Roselyne et les Lions Review

A dreamy student called Thierry (Sandoz) abandons his studies to take up an apprenticeship as a lion-tamer and meets the like-minded Roselyne (Pasco). They, of course, fall in love and raise a litter of performing felines.

by Anthony Quinn |
Published on
Release Date:

01 Jan 1989

Running Time:

180 minutes

Certificate:

15

Original Title:

Roselyne et les Lions

The hip romantic thriller Diva remains one of the delights of the decade, notwithstanding the craze for hi-tech pulp that followed in its wake. Beneath its superficial chic a real wit and inventiveness were at work, and talk of director Jean-Jacques Beineix’s “promise” seemed merely impertinent. In the seven years that separate that film from this new one, things have gone a little awry. The Moon In The Gutter was an art-house turkey, while Betty Blue seemed to many a slight, shallow tale of amour fou.

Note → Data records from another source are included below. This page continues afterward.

class TestColumns:
    def test_header_counts_stages_apart_from_condenser_and_reboiler(self, results):
        warm = results["stripper"].to_dict()["units"]["strip"]["profile"]["temperature_K"]
        assert block(results["stripper"], "Column")[0] == (
            "Column strip (stripper): 10 equilibrium stages, a condenser and a reboiler, adiabatic, "
            f"40.0 to {warm[-1] - 273.15:.1f} degC"
        )

    def test_header_of_an_adiabatic_absorber(self, results):
        warm = results["absorber"].to_dict()["units"]["wash"]["profile"]["temperature_K"]
        span = f"{min(warm) - 273.15:.1f} to {max(warm) - 273.15:.1f}"
        assert block(results["absorber"], "Column")[0] == f"Column wash (absorber): 8 equilibrium stages, adiabatic, {span} degC"

    def test_header_of_isothermal_stages_is_as_ever(self, results):
        head = block(results["isothermal"], "Column")[0]
        assert head == "Column wash (absorber): 8 equilibrium stages at 20.000 degC, isothermal"

    def test_efficiency_and_height_are_said(self, results):
        head = block(results["pair"], "Column wash")[0]
        assert "10 equilibrium stages (6.00 m of packing at 0.600 m a stage)" in head
        assert "Murphree vapour efficiency 0.400 for CO2, else 1, solvent to gas 0.50000 mol/mol" in head
        assert "Murphree vapour efficiency 0.500 to 0.800 by stage" in block(results["cold"], "Column")[0]

    def test_an_efficiency_set_in_a_solve_is_the_one_said(self, paths):
        result = leanloop.read(paths["absorber"], ["units.wash.efficiency=0.9"]).solve({"units.wash.efficiency": 0.7})
        assert block(result, "Column")[0].endswith("Murphree vapour efficiency 0.700")

    def test_reflux_boil_up_and_draws_are_said(self, results):
        found = results["stripper"].to_dict()["units"]["strip"]["results"]
        line = block(results["stripper"], "Column")[1]
        pattern = r"  reflux (\S+) mol per mol of overhead gas; boil-up (\S+) mol per mol of bottoms"
        reflux, boil_up = re.fullmatch(pattern, line).groups()
        assert float(reflux) == pytest.approx(found["reflux_ratio"], rel=1e-3)
        assert float(boil_up) == pytest.approx(found["boil_up"], rel=1e-3)
        assert block(results["cold"], "Column")[1] == "  side draws 7.2000 kmol/h of liquid from stage 3"

    @pytest.mark.parametrize(
        ("name", "unit", "labels"),
        [
            ("stripper", "strip", {"condenser": 0, "stage 1 (top)": 1, "stage 10 (bottom)": 10, "reboiler": 11}),
            ("absorber", "wash", {"stage 1 (top)": 0, "stage 6 (hottest)": 5, "stage 8 (bottom)": 7}),
            ("cold", "wash", {"stage 1 (top)": 0, "stage 4 (coldest)": 3, "stage 8 (bottom)": 7}),
        ],
    )
    def test_rows_are_those_of_the_profile(self, results, name, unit, labels):
        profile = results[name].to_dict()["units"][unit]["profile"]
        (section,) = [item for item in report_sections(results[name]) if item.place == f"units.{unit}"]
        tables = {part.head[0]: part for part in section.parts if isinstance(part, Table)}
        for component in profile["K"]:
            shown = tables[component].rows
            assert tables[component].head[1] == "degC"
            assert [row[0] for row in shown] == list(labels)
            for row, place in zip(shown, labels.values(), strict=True):
                assert row[1] == f"{profile['temperature_K'][place] - 273.15:.1f}"
                assert float(row[2]) == pytest.approx(profile["x"][component][place], rel=1e-4)
                assert float(row[3]) == pytest.approx(profile["y"][component][place], rel=1e-4)
                assert float(row[-1]) == pytest.approx(3.6 * profile["gas_mol_s"][place], rel=1e-4)

    def test_no_temperatures_where_all_stages_have_one(self, results):
        (section,) = [item for item in report_sections(results["isothermal"]) if item.place == "units.wash"]
        assert not [part for part in section.parts if isinstance(part, Table) and "degC" in part.head]

    def test_the_loading_of_a_feed_of_two_phases(self, results):
        feed = results["pair"].to_dict()["streams"]["fed"]
        assert feed["phase"] == "two-phase"
        lines = block(results["pair"], "Solvent loop")
        start = next(place for place, line in enumerate(lines) if line.startswith("  strip:"))
        rich = float(rows(lines[start:], "loading")[0][2])
        assert rich == pytest.approx(feed["mol_s"]["CO2"] / feed["mol_s"]["salt"], rel=1e-4)


class TestHeat:
    @pytest.mark.parametrize("name", ["isothermal", "cold", "stripper", "pair", "flashed"])
    def test_duties_and_powers_sum_to_those_of_the_balance(self, results, name):
        shown = rows(block(results[name], "Heat"), "unit")
        total = sum(float(row[2]) for row in shown)
        written = 1e-4 * max(abs(float(row[2])) for row in shown)  # five figures each
        assert total == pytest.approx(results[name].to_dict()["balance"]["energy"]["duties_W"] / 1e3, rel=0, abs=written)

    def test_each_is_named(self, results):
        def named(name):
            return [tuple(row[:2]) for row in rows(block(results[name], "Heat"), "unit")]

        assert named("isothermal") == [("wash", "stages, to hold their temperature")]
        assert named("cold") == [("wash", "stage 4"), ("wash", "stage 6")]
        assert named("stripper") == [("strip", "condenser"), ("strip", "reboiler")]
        assert named("pair") == [("lift", "pump power"), ("strip", "condenser"), ("strip", "reboiler"), ("trim", "cooler")]
        assert named("flashed") == [("chill", "cooler"), ("part", "flash drum")]

    def test_temperatures_of_the_duties(self, results):
        assert [row[3] for row in rows(block(results["stripper"], "Heat"), "unit")] == ["40.0", "118.3"]
        assert rows(block(results["flashed"], "Heat"), "unit")[0][3] == "80.0 to 40.0"

    def test_reboiler_duty_per_solute(self, results):
        # all of 0.5 mol/s is taken out by 600 kW, of 44.01 g/mol
        (row,) = rows(block(results["stripper"], "Heat"), "reboiler duty per")
        assert row[:2] == ["CO2", "strip"]
        assert [float(cell) for cell in row[2:]] == pytest.approx([1.8, 600 / 0.5, 0.6 / 0.5 / 0.04401], rel=1e-4)

    def test_vapour_of_the_solvent_is_no_solute(self, tmp_path):
        path = tmp_path / "open.toml"
        text = STRIPPER.replace('condenser = { temperature = "40 degC" }', "").replace('salt = "5 mol/s"', 'salt = "20 mol/s"')
        path.write_text(text, encoding="utf-8")
        result = leanloop.read(path).solve()
        data = result.to_dict()
        total = {name: data["streams"][name]["total_mol_s"] for name in ("rich", "lean")}
        # with salt in it water goes by a larger part than the liquid as a whole
        assert data["units"]["strip"]["results"]["removal"]["water"] > 1 - total["lean"] / total["rich"] > 0.04
        assert [row[0] for row in rows(block(result, "Heat"), "reboiler duty per")] == ["CO2"]

    def test_no_duty_per_mass_without_a_molar_mass(self, tmp_path):
        path = tmp_path / "bare.toml"
        path.write_text(STRIPPER.replace('CO2 = { molar_mass = "44.01 g/mol" }', "CO2 = {}"), encoding="utf-8")
        (row,) = rows(block(leanloop.read(path).solve(), "Heat"), "reboiler duty per")
        assert row[3:] == ["1200.0", "-"]

    def test_exchanger(self, results):
        data = results["pair"].to_dict()
        found, streams = data["units"]["cross"]["results"], data["streams"]
        (row,) = rows(block(results["pair"], "Heat"), "exchanger")
        assert row[0] == "cross"
        assert row[2] == f"{degrees(streams['lean']['temperature_K'])} to {degrees(streams['warm_lean']['temperature_K'])}"
        assert row[3] == f"{degrees(streams['pumped']['temperature_K'])} to {degrees(streams['hot_rich']['temperature_K'])}"
        keys = ("approach_hot_end_K", "approach_cold_end_K", "approach_least_K", "UA_W_K", "effectiveness")
        scale = (1, 1, 1, 1e-3, 1)
        wanted = [found[key] * by for key, by in zip(keys, scale, strict=True)]
        assert [float(cell) for cell in row[4:]] == pytest.approx(wanted, rel=1e-3)
        assert float(row[1]) == pytest.approx(found["duty_W"] / 1e3, rel=1e-4)

    def test_none_where_nothing_is_heated(self, results):
        assert "\nHeat\n" not in str(results["absorber"])

    def test_vapour_fractions_where_a_stream_has_both_phases(self, results):
        lines = block(results["flashed"], "Streams")
        head = re.split(r" {2,}", lines[1].strip())
        place = head.index("vapour fraction")
        shown = {row[0]: row[place] for row in (re.split(r" {2,}", line.strip()) for line in lines[2:])}
        data = results["flashed"].to_dict()["streams"]
        assert 0 < data["mixed"]["vapour_fraction"] < 1
        assert {name: float(cell) for name, cell in shown.items()} == pytest.approx(
            {name: item["vapour_fraction"] for name, item in data.items()}, abs=1e-4
        )
        assert "vapour fraction" not in str(results["stripper"])


class TestEnergyBalance:
    @pytest.mark.parametrize("name", ["absorber", "isothermal", "cold", "stripper", "pair", "flashed"])
    def test_figures_are_those_of_the_result(self, results, name):
        found = results[name].to_dict()["balance"]["energy"]
        (row,) = rows(block(results[name], "Energy balance, kW"), "kW")
        wanted = [found[key] / 1e3 for key in ("in_W", "duties_W", "out_W")]
        assert [float(cell) for cell in row[1:4]] == pytest.approx(wanted, rel=1e-6)
        assert abs(float(row[4])) < 1e-9
        assert NO_HEAT not in cautions(results[name])

    def test_why_there_is_none(self, results):
        assert results["half"].to_dict()["balance"]["energy"] is None
        assert block(results["half"], "Energy balance") == ["Energy balance", "  Not made: there are no heat data of oil."]
        assert "Energy is not balanced over the whole flowsheet: there are no heat data of oil." in cautions(results["half"])
        assert NO_HEAT not in cautions(results["half"])

    def test_known_duties_are_not_denied(self, paths):
        result = leanloop.read(paths["half"], ['units.wash.heat="isothermal"']).solve()
        assert result.to_dict()["balance"]["energy"] is None
        assert rows(block(result, "Heat"), "unit")[0][:2] == ["wash", "stages, to hold their temperature"]
        assert NO_HEAT not in cautions(result)

    def test_a_valve_that_flashes_balances_heat(self, paths):
        valve = """
[feeds.hot]
phase = "liquid"
temperature = "150 degC"
pressure = "8 bar"
flows = { water = "10 mol/s" }
[units.let_down]
kind = "valve"
takes = "hot"
gives = "flashed"
pressure = "1.1 bar"
equilibrium = "aqueous"
"""
        path = paths["half"].with_name("valve.toml")
        text = re.sub(r"\[heat_data\.(air|ammonia)\]\n(.+ = .+\n)+", "", HALF.replace('heat = "adiabatic"', ""))
        path.write_text(re.sub(r"\bammonia\b", "solute", text) + valve, encoding="utf-8")
        result = leanloop.read(path).solve()
        assert result.to_dict()["balance"]["energy"] is None
        assert not [part for part in report_sections(result) if part.title == "Heat"]
        assert NO_HEAT not in cautions(result)

    def test_no_heat_where_data_serve_no_unit(self, tmp_path):
        text = re.sub(r"\[heat_data\.(air|ammonia)\]\n(.+ = .+\n)+", "", HALF.replace('heat = "adiabatic"', ""))
        path = tmp_path / "bare.toml"
        path.write_text(re.sub(r"\bammonia\b", "solute", text), encoding="utf-8")
        result = leanloop.read(path).solve()
        assert result.sheet.heat is not None
        assert result.to_dict()["units"]["wash"]["results"]["duty_W"] is None
        assert cautions(result)[-1] == NO_HEAT
        assert block(result, "Energy balance")[1] == "  Not made: there are no heat data of solute, oil."


class TestCautions:
    def test_built_in_data_are_named(self, results):
        (said,) = [line for line in cautions(results["stripper"]) if "built-in" in line]
        assert said == (
            "Heat data not given in the file are the built-in ones: "
            "water (gas heat capacity, liquid heat capacity, heat of vaporisation)."
        )
        assert not [line for line in cautions(results["absorber"]) if "built-in" in line]

    def test_without_heat_the_report_has_none_of_it(self):
        result = leanloop.read(FOLDER / "coating_vent.toml").solve()
        assert cautions(result)[-1] == NO_HEAT
        titles = [section.title for section in report_sections(result)]
        assert "Heat" not in titles and not [title for title in titles if title.startswith("Energy")]

    def test_of_many_cases(self, paths):
        result = leanloop.read(paths["stripper"]).solve({"units.strip.reboiler.duty": np.array([5e5, 6e5])})
        said = cautions(result)
        assert NO_HEAT not in said and any("built-in" in line for line in said)
        cold = leanloop.read(FOLDER / "coating_vent.toml").solve({"feeds.steam.flow": np.array([1.1, 1.2])})
        assert cautions(cold)[-1] == NO_HEAT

This latter will doubtless be an unpopular judgement, and its cult status suggests that the director still commands a decent following. But what they will make of Roselyne Et Les Lions is anyone’s guess. If Beineix intended it as something more than a starring vehicle for his girlfriend Isabelle Pasco, what deeper purpose he had in mind is not easy to deduce.

The plot is a simple one and only veers away from the circus repetition when it draws in a suicidal tiger tamer for no apparent reason. Throughout you wonder what kinks and curves Beineix might insert to break up the film’s tameness. Will he try to make some humanist point about lions banged up in cages and forced to jump through flaming hoops? Will one of the tamers end up on the lion’s menu? Yet as the film winds its way very slowly through its two and a quarter hours, it gradually dawns that Beineix is giving us the circus stuff absolutely straight - we’re meant to applaud and waggle our paws in the air.

In the absence of anything that might pass for drama, your attention wanes and you drift off pondering questions like: how much did it cost to insure Isabelle Pasco?

It's impossible to get inside the head of Bieneix at the best of times, but when he makes a one-trick pony like this, why try?